Background information
- Also known as: Heilsarmee
- Origin: Switzerland
- Years active: 2012–2013
- Label: HitMill Records
- Members: Sarah Breiter Jonas Gygax Katharina Hauri Christoph Jakob Emil Ramsauer (deceased) Michel Sterckx

= Takasa =

Swiss band of Salvation Army soldiers

Takasa (formerly Heilsarmee) was a Swiss musical group that represented Switzerland in the Eurovision Song Contest 2013 in Malmö, Sweden. The group consisted of six Salvation Army soldiers.

== Career ==
=== Eurovision Song Contest 2013 ===
The band participated in the Swiss national final with the song "You and Me". They qualified to the national final through the online selection organized by SF. On 15 December 2012, they won the Swiss national final, therefore they represented Switzerland in the Eurovision Song Contest 2013.

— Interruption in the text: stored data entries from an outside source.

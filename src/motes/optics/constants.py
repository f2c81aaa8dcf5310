"""Optical constants: reading and validating n,k files, finding materials by name.

A :class:`~motes.optics.material.Material` (re-exported here) holds a
complex refractive index ``m = n + i k`` (``k >= 0``) on a wavelength grid
[um], a bulk density [g cm^-3] with its source, and a provenance text. Files
are read with
:func:`read_optical_constants`; bundled and user materials are found by name
with :func:`load_material`.

File format (see ``docs/materials.md``)
---------------------------------------
Plain text, three numeric columns per data line (whitespace or comma
separated): a spectral coordinate and either ``n, k`` or ``eps1, eps2``.
Lines starting with ``#`` are comments; a comment of the form
``# key: value`` with one of the keys in :data:`HEADER_KEYS` is a header
entry::

    # name: water_ice_crystalline
    # wavelength_unit: um          (um | nm | angstrom | cm-1 | eV)
    # columns: n k                 (n k | eps1 eps2)
    # density: 0.92                [g cm^-3]
    # density_source: ...
    # citation: Author & Author (year)   (short form, used in listings)
    # reference: ...                      (full reference of the measurement)

The data may be in any order; they are sorted by wavelength. Exact
duplicates and overlapping segments (a file that is several tables pasted
together whose ranges overlap) are refused, as are n <= 0, k < 0 and
non-finite values. Every error names the file and the line.

Interpolation and extrapolation are described in :mod:`motes.optics.material`
(n linear in ln lambda, k linear in (ln lambda, ln k); no extrapolation unless
an explicit rule is chosen, and then every output says so).

Where materials are found
-------------------------
Bundled files live in ``motes/optical_constants`` inside an installed wheel
and in the repository's ``optical_constants/`` folder for editable installs.
User folders are listed in the environment variable ``MOTES_MATERIALS_PATH``
(separated by ``os.pathsep``); their ``*.dat``/``*.txt`` files are found by
file stem and take precedence over bundled files of the same name.
"""

from __future__ import annotations

import difflib
import os
import re
from dataclasses import dataclass
from importlib import resources
from pathlib import Path

import numpy as np

from ..errors import OpticalConstantsError, quoted_names
from ..parameters import EXTINCTION_K, REFRACTIVE_N, accepts_quantities
from .material import EXTRAPOLATION_RULES, VACUUM, IndexSample, Material

__all__ = [
    "Material",
    "IndexSample",
    "MaterialEntry",
    "HEADER_KEYS",
    "WAVELENGTH_UNITS",
    "EXTRAPOLATION_RULES",
    "MATERIALS_PATH_VARIABLE",
    "VACUUM",
    "read_optical_constants",
    "check_optical_constants",
    "load_material",
    "bundled_material_names",
    "user_material_names",
    "list_materials",
    "bundled_materials_folder",
]

#: Environment variable listing user material folders (``os.pathsep``-separated).
MATERIALS_PATH_VARIABLE = "MOTES_MATERIALS_PATH"

# hc in eV um, from CODATA 2018 exact h, c and e: 1.239841984... eV um.
_HC_EV_UM = 6.62607015e-34 * 299792458.0 / 1.602176634e-19 * 1e6

#: Accepted spellings of the wavelength unit -> canonical name.
WAVELENGTH_UNITS = {
    "um": "um", "µm": "um", "micron": "um", "microns": "um", "micrometre": "um",
    "micrometer": "um",
    "nm": "nm", "nanometre": "nm", "nanometer": "nm",
    "angstrom": "angstrom", "å": "angstrom", "aa": "angstrom", "a": "angstrom",
    "cm-1": "cm-1", "cm^-1": "cm-1", "1/cm": "cm-1", "wavenumber": "cm-1", "kayser": "cm-1",
    "ev": "eV",
}

# canonical unit -> function value -> wavelength [um]
_TO_UM = {
    "um": lambda v: v,
    "nm": lambda v: v * 1e-3,
    "angstrom": lambda v: v * 1e-4,
    "cm-1": lambda v: 1e4 / v,
    "eV": lambda v: _HC_EV_UM / v,
}

_COLUMNS = {"n k": "nk", "nk": "nk", "n,k": "nk",
            "eps1 eps2": "eps", "eps": "eps", "epsilon": "eps", "e1 e2": "eps",
            "eps1,eps2": "eps"}

#: Header keys understood in ``# key: value`` comment lines.
HEADER_KEYS = (
    "name", "material", "phase", "temperature", "wavelength_unit", "columns",
    "density", "density_source", "citation", "reference", "source", "database_entry",
    "database_commit", "license", "note",
)
_PROVENANCE_KEYS = ("material", "phase", "temperature", "citation", "reference", "source",
                    "database_entry", "database_commit", "license", "note")
_HEADER_RE = re.compile(r"^#\s*([A-Za-z][A-Za-z0-9_]*)\s*:\s*(.*?)\s*$")
_MAX_PROBLEMS = 20
_MATERIAL_SUFFIXES = (".dat", ".txt")


# ----------------------------------------------------------------- reading files
@dataclass(frozen=True)
class _Parsed:
    header: dict
    header_lines: dict
    values: np.ndarray       # [rows, 3] as read
    lines: np.ndarray        # [rows] 1-based line numbers
    problems: tuple[str, ...]


def _parse_file(path: Path) -> _Parsed:
    try:
        text = path.read_text(encoding="utf-8-sig")      # a byte-order mark, if any, is not data
    except UnicodeDecodeError as exc:
        raise OpticalConstantsError(f"not a UTF-8 text file ({exc.reason})", path=path) from exc
    except OSError as exc:
        raise OpticalConstantsError(f"cannot read file ({exc.strerror})", path=path) from exc
    header: dict[str, str] = {}
    header_lines: dict[str, int] = {}
    rows, lines, problems = [], [], []
    for lineno, raw in enumerate(text.splitlines(), start=1):
        line = raw.strip()
        if not line:
            continue
        if line.startswith("#"):
            hm = _HEADER_RE.match(line)
            if hm:
                key, value = hm.group(1).lower(), hm.group(2)
                if key in HEADER_KEYS:
                    if key in header and header[key] != value and key not in ("note",):
                        problems.append(f"line {lineno}: header key '{key}' given twice "
                                        f"(first on line {header_lines[key]})")
                    elif key == "note" and key in header:
                        header[key] += "; " + value
                    else:
                        header[key], header_lines[key] = value, lineno
                else:
                    close = difflib.get_close_matches(key, HEADER_KEYS, n=1, cutoff=0.8)
                    if close:
                        problems.append(f"line {lineno}: unknown header key '{key}' "
                                        f"(did you mean '{close[0]}'?)")
            continue
        fields = [f for f in re.split(r"[\s,;]+", line) if f]
        if len(fields) != 3:
            problems.append(f"line {lineno}: expected 3 numbers (wavelength and n, k or "
                            f"eps1, eps2), found {len(fields)} fields: {line[:60]!r}")
            continue
        try:
            vals = [float(f) for f in fields]
        except ValueError:
            problems.append(f"line {lineno}: not a number in {line[:60]!r}")
            continue
        if not all(np.isfinite(vals)):
            problems.append(f"line {lineno}: non-finite value (NaN or inf) in {line[:60]!r}")
            continue
        rows.append(vals)
        lines.append(lineno)
    values = np.array(rows, dtype=float).reshape(-1, 3)
    return _Parsed(header, header_lines, values, np.array(lines, dtype=int), tuple(problems))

On 17 December 2012, the European Broadcasting Union (EBU) announced that the band would not be permitted to compete under the name "Heilsarmee" (German for "Salvation Army") at the Eurovision Song Contest, in accordance with the rules of the contest forbidding political and religious content. In March 2013, the group announced that they would be known as "Takasa" for the contest; officially, the name was taken from the Swahili verb "to purify", but it has been noted to be an acronym of "The Artists Known As Salvation Army" (an allusion to The Artist Formerly Known As Prince).

The members of the band have a major age difference, as the oldest member, bassist Emil Ramsauer, was 95 (born 1918), and their youngest member, singer Sarah Breiter, was 22 (born 1991), at the time of their Eurovision performance. The band also wore different outfits for Eurovision, barred from wearing Salvation Army uniforms by the same rules.

===Subsequent career and dissolution===
After their Eurovision appearance, the group performed only a few more times at local events in Switzerland. By 2015, according to Christoph Jakob, the group had ceased to exist, because the other professional responsibilities of its members made its continuance impractical.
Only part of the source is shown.